Amir Hayat

Personal information
- Full name: Amir Hayat
- Born: 28 August 1982 (age 44) Lahore, Pakistan
- Batting: Right-handed
- Bowling: Right-arm medium
- Role: Bowler

International information
- National side: United Arab Emirates;
- ODI debut (cap 74): 23 January 2018 v Scotland
- Last ODI: 28 January 2019 v Nepal
- T20I debut (cap 40): 22 October 2018 v Australia
- Last T20I: 3 February 2019 v Nepal

Career statistics
| Competition | ODI | T20I | FC | LA |
| Matches | 9 | 4 | 1 | 16 |
| Runs scored | 31 | 3 | 0 | 38 |
| Batting average | 10.33 | 1.50 | 0.00 | 7.60 |
| 100s/50s | 0/0 | 0/0 | 0/0 | 0/0 |
| Top score | 24* | 3 | 0 | 24* |
| Balls bowled | 449 | 84 | 132 | 787 |
| Wickets | 11 | 6 | 0 | 23 |
| Bowling average | 34.72 | 17.16 | – | 26.60 |
| 5 wickets in innings | 0 | 0 | – | 0 |
| 10 wickets in match | 0 | 0 | – | 0 |
| Best bowling | 3/19 | 2/16 | – | 4/53 |
| Catches/stumpings | 4/– | 0/– | 1/– | 7/– |
- Source: ESPNCricinfo, 12 June 2019

= Amir Hayat =

Emirati cricketer (born 1982)

Amir Hayat (born 28 August 1982) is a Pakistani-born cricketer who played for the United Arab Emirates national cricket team. He made his first-class debut for the United Arab Emirates against Afghanistan in the 2015–17 ICC Intercontinental Cup on 29 November 2017. He made his List A debut against Nepal in the 2015–17 ICC World Cricket League Championship on 6 December 2017.
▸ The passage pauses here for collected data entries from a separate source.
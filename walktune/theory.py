"""Optimal-scaling theory of random-walk Metropolis, used to predict before running.

For a Gaussian target with covariance ``S`` and a Gaussian proposal with
covariance ``P``, write ``mu_k`` for the eigenvalues of ``P^{-1} S`` (the target's
variances along the proposal's whitened principal directions). In the
diffusion limit (Roberts, Gelman and Gilks 1997; Roberts and Rosenthal 2001)
the acceptance rate is ``a = 2 Phi(-sqrt(sum_k 1/mu_k) / 2)`` and the chain
along direction ``k`` is an Ornstein-Uhlenbeck process whose integrated
autocorrelation time is ``tau_k = 4 mu_k / a``. With ``P = (2.38^2 / d) S`` this
gives ``a = 0.234`` and ``tau = 3.0 d`` (efficiency ``0.33 / d``).

A parameter is a sum of independent direction processes, ``theta_j = sum_k
c_jk z_k`` with ``sum_k c_jk^2 = S_jj``, so its autocovariance is the
variance-weighted sum of theirs and its IACT is (derived here from the same
limit) ``tau_j = sum_k c_jk^2 tau_k / S_jj``.

A proposal of the wrong shape, rescaled to its best acceptance, is slower than
the matched one

- in the parameter it mixes worst by ``max_j sum_k c_jk^2 mu_k / S_jj * mean(1/mu)``
  (what the smallest ESS over parameters measures),
- in its slowest principal direction by ``mu_max * mean(1 / mu)``,
- on average over directions by ``mean(mu) * mean(1 / mu)``;

:func:`slowdown` returns all three. The predictions are asymptotic in ``d``:
simulation in tests/test_predictions.py (d = 10 to 40) finds them 3% to 16%
above the measured slow-downs (docs/method.md).

References
----------
Gelman, A., Roberts, G. O. and Gilks, W. R. (1996). Efficient Metropolis jumping
rules. Bayesian Statistics 5, 599-607.
Roberts, G. O., Gelman, A. and Gilks, W. R. (1997). Weak convergence and optimal
scaling of random walk Metropolis algorithms. Annals of Applied Probability, 7(1), 110-120.
Roberts, G. O. and Rosenthal, J. S. (2001). Optimal scaling for various
Metropolis-Hastings algorithms. Statistical Science, 16(4), 351-367.
"""

from __future__ import annotations

from dataclasses import dataclass

import numpy as np
from scipy import linalg, stats

#: Optimal proposal scale (times the target sd), acceptance and efficiency
#: (``1 / IACT`` of one coordinate) for a standard normal target in d = 1..4
#: dimensions, as simulated for walktune (200 chains x 20,000 steps, Geyer IACT of
#: the first coordinate; shared REFERENCES). Only d = 1 (scale 2.4, acceptance
#: 0.44) is as published by Gelman, Roberts and Gilks (1996); their table's
#: other small-d values differ a little (recalled: efficiency 0.12 at d = 2 and
#: 0.08 at d = 3; scale 1.2, acceptance 0.25, efficiency 0.07 at d = 4).
SMALL_D_OPTIMA = {
    1: (2.4, 0.44, 0.23),
    2: (1.7, 0.35, 0.13),
    3: (1.4, 0.32, 0.10),
    4: (1.15, 0.30, 0.075),
}

#: ``d * efficiency`` at the optimal scale from the same simulation, at d = 1, 2, 3,
#: 4, 6, 10, 20, and its limit 0.33 as d grows (Roberts, Gelman and Gilks 1997).
_SIMULATED_DIMS = np.array([1, 2, 3, 4, 6, 10, 20])
_SIMULATED_EFFICIENCY = np.array([0.23, 0.13, 0.10, 0.075, 0.051, 0.032, 0.017])
ASYMPTOTIC_EFFICIENCY_TIMES_D = 0.33

#: Asymptotic optimum (Roberts, Gelman and Gilks 1997).
ASYMPTOTIC_SCALE = 2.38
ASYMPTOTIC_ACCEPTANCE = 0.234


def optimal_scale(dim: int) -> float:
    """Best proposal scale for a matched proposal: propose ``N(0, scale^2 S)``."""
    return SMALL_D_OPTIMA[dim][0] if dim in SMALL_D_OPTIMA else ASYMPTOTIC_SCALE / np.sqrt(dim)


def target_acceptance(dim: int) -> float:
    """Acceptance rate at the optimal scale: 0.44 for d = 1 down to 0.234."""
    return SMALL_D_OPTIMA[dim][1] if dim in SMALL_D_OPTIMA else ASYMPTOTIC_ACCEPTANCE


def optimal_efficiency(dim: int) -> float:
    """Efficiency ``1 / IACT`` of the optimally scaled matched proposal (per coordinate).

    ``d * efficiency`` interpolated linearly in ``1 / d`` between the simulated
    values (d = 1..20, see ``_SIMULATED_EFFICIENCY``) and the limit 0.33 at
    ``1 / d = 0`` (Roberts, Gelman and Gilks 1997): 0.061 at d = 5, where
    simulation gives 0.060.
    """
    inverse = 1.0 / np.append(_SIMULATED_DIMS, np.inf)
    times_d = np.append(_SIMULATED_DIMS * _SIMULATED_EFFICIENCY, ASYMPTOTIC_EFFICIENCY_TIMES_D)
    return float(np.interp(1.0 / dim, inverse[::-1], times_d[::-1]) / dim)


def optimal_proposal(covariance: np.ndarray) -> np.ndarray:
    """The recommended proposal covariance ``scale(d)^2 * covariance``."""
    covariance = np.atleast_2d(covariance)
    return optimal_scale(covariance.shape[0]) ** 2 * covariance


def relative_variances(proposal: np.ndarray, covariance: np.ndarray) -> np.ndarray:
    """Eigenvalues ``mu`` of ``P^{-1} S``: target variances in proposal-whitened directions."""
    return linalg.eigh(np.atleast_2d(covariance), np.atleast_2d(proposal), eigvals_only=True)


def direction_slowdown(proposal: np.ndarray, covariance: np.ndarray) -> float:
    """Slowest-direction slow-down of a proposal shape, rescaled: ``mu_max * mean(1/mu)``.

    The same as ``slowdown(proposal, covariance).slowest_direction``, from the
    eigenvalues alone (cheap enough to repeat many times).
    """
    mu = relative_variances(proposal, covariance)
    return float(mu.max() * np.mean(1.0 / mu))


def diffusion_acceptance(mu: np.ndarray) -> float:
    """Asymptotic acceptance ``2 Phi(-sqrt(sum 1/mu) / 2)``."""
    return float(2 * stats.norm.cdf(-0.5 * np.sqrt(np.sum(1.0 / mu))))


def principal_loadings(proposal: np.ndarray, covariance: np.ndarray) -> tuple:
    """Directions of ``S`` in the proposal's whitened frame and each parameter's loadings on them.

    Parameters
    ----------
    proposal, covariance : ndarray of shape (d, d)
        ``P`` and ``S``.

    Returns
    -------
    mu : ndarray of shape (d,)
        Eigenvalues of ``P^{-1} S``, ascending.
    loadings : ndarray of shape (d, d)
        ``c[j, k]``: parameter ``j`` is ``sum_k c[j, k] z_k`` with ``z_k``
        independent of unit variance along direction ``k``; ``sum_k c[j, k]^2 = S_jj``.
    """
    proposal, covariance = np.atleast_2d(proposal), np.atleast_2d(covariance)
    # eigh(S, P): V^T P V = I and V^T S V = diag(mu), so theta = P V (V^T theta)
    # with V^T theta of covariance diag(mu), and S = (P V) diag(mu) (P V)^T.
    mu, vectors = linalg.eigh(covariance, proposal)
    return mu, (proposal @ vectors) * np.sqrt(np.maximum(mu, 0.0))


def parameter_iact(loadings: np.ndarray, direction_iact: np.ndarray) -> np.ndarray:
    """Per-parameter IACT ``tau_j = sum_k c_jk^2 tau_k / S_jj``, shape (d,).

    The autocovariance of ``theta_j = sum_k c_jk z_k`` at any lag is
    ``sum_k c_jk^2 rho_k(t)`` for independent direction processes, so its
    IACT is their variance-weighted mean (derived here from the diffusion limit).
    """
    weights = loadings**2
    return weights @ direction_iact / weights.sum(axis=1)


def predicted_iact(proposal: np.ndarray, covariance: np.ndarray) -> np.ndarray:
    """Predicted IACT along each principal direction, for the proposal as given.

    ``tau_k = max(1, 4 mu_k / a)`` with ``a`` the diffusion-limit acceptance; shape (d,).
    """
    mu = relative_variances(proposal, covariance)
    return np.maximum(1.0, 4.0 * mu / diffusion_acceptance(mu))


def predicted_parameter_iact(proposal: np.ndarray, covariance: np.ndarray) -> np.ndarray:
    """Predicted IACT of each parameter, for the proposal as given; shape (d,)."""
    mu, loadings = principal_loadings(proposal, covariance)
    return parameter_iact(loadings, np.maximum(1.0, 4.0 * mu / diffusion_acceptance(mu)))


@dataclass(frozen=True)
class Slowdown:
    """How much slower a proposal is than the matched, optimally scaled one.

    Attributes
    ----------
    slowest_parameter : float
        Ratio of the largest per-parameter IACTs: the predicted drop of the
        smallest ESS over parameters, which the proof runs measure.
    slowest_direction : float
        Ratio of IACTs in the slowest principal direction (``mu_max * mean(1/mu)``
        when rescaled); at least ``slowest_parameter``.
    mean_direction : float
        Ratio of IACTs averaged over principal directions.
    """

    slowest_parameter: float
    slowest_direction: float
    mean_direction: float


def slowdown(proposal: np.ndarray, covariance: np.ndarray, *, rescaled: bool = True) -> Slowdown:
    """Predicted slow-down of ``proposal`` against ``optimal_proposal(covariance)``.

    Parameters
    ----------
    proposal, covariance : ndarray of shape (d, d)
    rescaled : bool, default=True
        If true, the proposal's overall scale is assumed tuned for acceptance
        (only its shape counts): direction ``k`` is slower by ``mu_k * mean(1/mu)``.
        If false, the proposal is used as given and its scale counts too.
    """
    mu, loadings = principal_loadings(proposal, covariance)
    if rescaled:
        # At acceptance 0.234 both proposals have tau_k = 4 mu_k' / 0.234 with mu'
        # scaled so that sum 1/mu' = 2.38^2; the ratio to the matched d / 2.38^2 is:
        ratio = mu * np.mean(1.0 / mu)
        per_parameter = parameter_iact(loadings, ratio)
        return Slowdown(float(per_parameter.max()), float(ratio.max()), float(ratio.mean()))
    given = np.maximum(1.0, 4.0 * mu / diffusion_acceptance(mu))
    best_proposal = optimal_proposal(covariance)
    best = predicted_iact(best_proposal, covariance)
    best_parameter = predicted_parameter_iact(best_proposal, covariance)
    return Slowdown(float(parameter_iact(loadings, given).max() / best_parameter.max()),
                    float(given.max() / best.max()), float(given.mean() / best.mean()))


def expected_acceptance(proposal: np.ndarray, covariance: np.ndarray, *, draws: int = 20_000, seed: int = 0) -> float:
    """Acceptance of ``N(0, proposal)`` increments on the Gaussian ``N(0, covariance)``.

    Computed exactly for the Gaussian, by Monte Carlo over ``draws`` pairs
    (standard error below 0.004), not from the asymptotic formula: it is
    accurate at small d too.
    """
    covariance = np.atleast_2d(covariance)
    proposal = np.atleast_2d(proposal)
    rng = np.random.default_rng(seed)
    chol_s = np.linalg.cholesky(covariance)
    chol_p = np.linalg.cholesky(proposal)
    x = rng.standard_normal((draws, covariance.shape[0])) @ chol_s.T
    y = x + rng.standard_normal((draws, covariance.shape[0])) @ chol_p.T
    # log N(y) - log N(x) with the precision applied through the Cholesky factor.
    wx = linalg.solve_triangular(chol_s, x.T, lower=True)
    wy = linalg.solve_triangular(chol_s, y.T, lower=True)
    delta = -0.5 * (np.sum(wy**2, axis=0) - np.sum(wx**2, axis=0))
    return float(np.mean(np.minimum(1.0, np.exp(np.minimum(delta, 0.0)))))


def best_isotropic_step(covariance: np.ndarray) -> float:
    """Best single step size ``s`` for ``N(0, s^2 I)``: ``scale(d) * sqrt(d / trace(S^{-1}))``."""
    covariance = np.atleast_2d(covariance)
    dim = covariance.shape[0]
    return float(optimal_scale(dim) * np.sqrt(dim / np.trace(np.linalg.inv(covariance))))


def best_step_sizes(covariance: np.ndarray) -> np.ndarray:
    """Per-parameter step sizes for a diagonal proposal, tuned for acceptance.

    In the diffusion limit the acceptance depends on ``sum_i 1/mu_i``, which
    for ``N(0, diag(step^2))`` with ``step_i = sigma sd_i`` is
    ``sigma^2 trace(R^{-1})`` (``R`` the correlation matrix; ``trace(R^{-1})``
    is the sum of variance inflation factors). Matching the optimum of the
    matched proposal gives ``step_i = scale(d) sd_i sqrt(d / trace(R^{-1}))``.
    """
    covariance = np.atleast_2d(covariance)
    dim = covariance.shape[0]
    sd = np.sqrt(np.diag(covariance))
    corr = covariance / np.outer(sd, sd)
    return optimal_scale(dim) * sd * np.sqrt(dim / np.trace(np.linalg.inv(corr)))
In January 2018, he was named in the UAE One Day International (ODI) squad for a tri-series against Ireland and Scotland. He made his ODI debut against Scotland on 23 January 2018. Later the same month, he was named in the UAE squad for the 2018 ICC World Cricket League Division Two tournament.

In August 2018, he was included in the UAE squad for the 2018 Asia Cup Qualifier tournament.
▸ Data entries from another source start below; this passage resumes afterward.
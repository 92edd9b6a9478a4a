"""Plain-text views of a result, for notebooks and logs: a few-line summary and the advice.

Nothing here prints; the functions return strings (``repr(result)`` and
``result.advice_text()`` call them).
"""

from __future__ import annotations

import numpy as np

from .advice import THINNING_ESS_LOSS
from .constants import CAUTION
from .recommend import format_factor


def duration(seconds: float) -> str:
    """A time in the unit that fits it: ms, s, min or h (two or three significant digits)."""
    if seconds is None or not np.isfinite(seconds):
        return "n/a"
    if seconds < 0.9995:
        ms = seconds * 1e3
        return f"{ms:.0f} ms" if ms >= 99.5 else f"{ms:.2g} ms"
    if seconds < 120:
        return f"{seconds:.3g} s"
    if seconds < 7200:
        return f"{seconds / 60:.3g} min"
    return f"{seconds / 3600:.3g} h"


def _number(x: float, digits: int = 3) -> str:
    return "n/a" if x is None or not np.isfinite(x) else f"{x:.{digits}g}"


def mean_with_mcse(mean: float, mcse: float) -> str:
    """``mean +/- MCSE``, the MCSE to two significant digits and the mean to the same decimal place."""
    if not (np.isfinite(mean) and np.isfinite(mcse) and mcse > 0):
        return f"{_number(mean, 5)} +/- {_number(mcse, 2)}"
    decimals = 1 - int(np.floor(np.log10(mcse)))
    if not 0 <= decimals <= 8 or abs(mean) >= 1e6:
        return f"{mean:.4g} +/- {mcse:.2g}"
    return f"{mean:.{decimals}f} +/- {mcse:.{decimals}f}"


def _names(names: list, limit: int = 6) -> str:
    shown = ", ".join(names[:limit])
    return shown + (f", ... ({len(names)} in all)" if len(names) > limit else "")


def _findings_count(findings: list) -> str:
    if not findings:
        return "none"
    counts = {}
    for finding in findings:
        counts[finding.severity] = counts.get(finding.severity, 0) + 1
    order = [s for s in ("critical", "warn", "info") if s in counts]
    return f"{len(findings)} (" + ", ".join(f"{counts[s]} {s}" for s in order) + ")"


def _speedup(rec) -> str:
    prefix = {"lower-bound": ">= ", "upper-bound": "<= ", "imprecise": "~"}.get(rec.speedup_kind, "")
    return f"{prefix}{format_factor(rec.speedup)} the ESS per evaluation of {rec.baseline}"


def tune_repr(result) -> str:
    """A few lines: parameters, recommendation and its speed-up, findings, evaluations."""
    rec = result.recommended
    chosen = "none" if rec is None else f"{rec.proposal}, measured at {_speedup(rec)}"
    lines = [
        f"TuneResult({len(result.parameter_names)} parameters: {_names(result.parameter_names)}",
        f"  recommended: {chosen}",
        f"  findings: {_findings_count(result.findings)}",
        f"  evaluations: {result.total_evaluations}{' [PARTIAL]' if result.partial else ''}; "
        "advice_text() gives the advice)",
    ]
    return "\n".join(lines)


def tune_advice(result) -> str:
    """The advice of a tuning run as plain text, every number from the run it names."""
    rec = result.recommended
    cost = result.seconds_per_evaluation
    lines = [f"walktune: {len(result.parameter_names)} parameters, {result.total_evaluations} evaluations "
             f"({result.pilot_evaluations} for the mode and pilot), {duration(cost)} per evaluation"]
    if rec is not None:
        lines.append(f"Recommended: {rec.message}")
    needed = result.evaluations_needed()
    for row in result.comparison:
        n = needed[row.proposal]
        lines.append(f"For ESS {result.target_ess} with {row.proposal}: about {_number(n)} evaluations "
                     f"(~{duration(n * cost)} at the measured cost)")
    lines.append("Step sizes (proposal sd per parameter): "
                 + ", ".join(f"{n}={_number(s)}" for n, s in zip(result.parameter_names, result.step_sizes)))
    lines.append(f"Proposal covariance: result.proposal_covariance (expected acceptance {result.expected_acceptance:.2f})")
    lines.append(f"Warm-up: about {result.warmup_steps} steps per chain from a start near the mode")
    lines.append("Thinning: keep every draw" + (f"; to save storage, keeping one draw in {result.thinning} keeps at "
                                                f"least {1 - THINNING_ESS_LOSS:.0%} of the ESS" if result.thinning > 1 else ""))
    lines += _findings_lines(result.findings)
    lines.append(f"Caution: {CAUTION}")
    return "\n".join(lines)


def _findings_lines(findings: list) -> list:
    if not findings:
        return ["Findings: none (which does not prove there is nothing)"]
    return ["Findings:"] + [f"- {f.severity.upper()} {f.kind}: {f.message}" for f in findings]


def inspection_repr(result) -> str:
    """A few lines: parameters, verdicts, the draws still needed, findings."""
    verdicts = {}
    for v in result.verdicts:
        verdicts[v.verdict] = verdicts.get(v.verdict, 0) + 1
    s = result.summary
    lines = [
        f"InspectionResult({len(result.parameter_names)} parameters: {_names(result.parameter_names)}",
        f"  chains: {s.n_chains} x {s.n_draws} draws; verdicts: " + ", ".join(f"{n} {k}" for k, n in verdicts.items()),
        f"  draws still needed for ESS {result.target_ess:g}: {_number(float(np.nanmax(result.more_draws_observed)))} "
        f"at the observed efficiency, {_number(float(np.nanmax(result.more_draws_advised)))} in all with the advised proposal",
        f"  findings: {_findings_count(result.findings)}; advice_text() gives the advice)",
    ]
    return "\n".join(lines)


def inspection_advice(result) -> str:
    """The advice of an inspection as plain text."""
    s = result.summary
    advice = result.advice
    lines = [f"walktune inspection: {s.n_chains} chains x {s.n_draws} draws, {len(result.parameter_names)} parameters"]
    for i, (name, v) in enumerate(zip(result.parameter_names, result.verdicts)):
        more = result.more_draws_observed[i]
        lines.append(f"- {name}: {v.verdict} ({v.reason}); mean {mean_with_mcse(s.mean[i], s.mcse[i])}; "
                     f"{'no more draws needed' if more == 0 else f'{_number(more)} more draws needed'}")
    lines.append(f"Proposal covariance: advice.proposal_covariance (expected acceptance {advice.expected_acceptance:.2f})")
    lines.append("Step sizes: " + ", ".join(f"{n}={_number(x)}" for n, x in zip(result.parameter_names, advice.step_sizes)))
    lines.append(f"With the advised proposal about {_number(float(np.nanmax(result.more_draws_advised)))} draws in all "
                 "for the ESS wanted (optimal-scaling theory)")
    lines += _findings_lines(result.findings)
    lines.append(f"Caution: {CAUTION}")
    return "\n".join(lines)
He made his Twenty20 International (T20I) debut for the UAE in a one-off match against Australia on 22 October 2018. In December 2018, he was named in the UAE team for the 2018 ACC Emerging Teams Asia Cup.

In September 2020, Hayat, along with fellow UAE player Ashfaq Ahmed, was charged under the International Cricket Council's (ICC) anti-corruption rules, and was suspended from cricket with immediate effect. In July 2021, the ICC banned both Hayat and Ashfaq Ahmed from all cricket for eight years, backdated to 13 September 2020.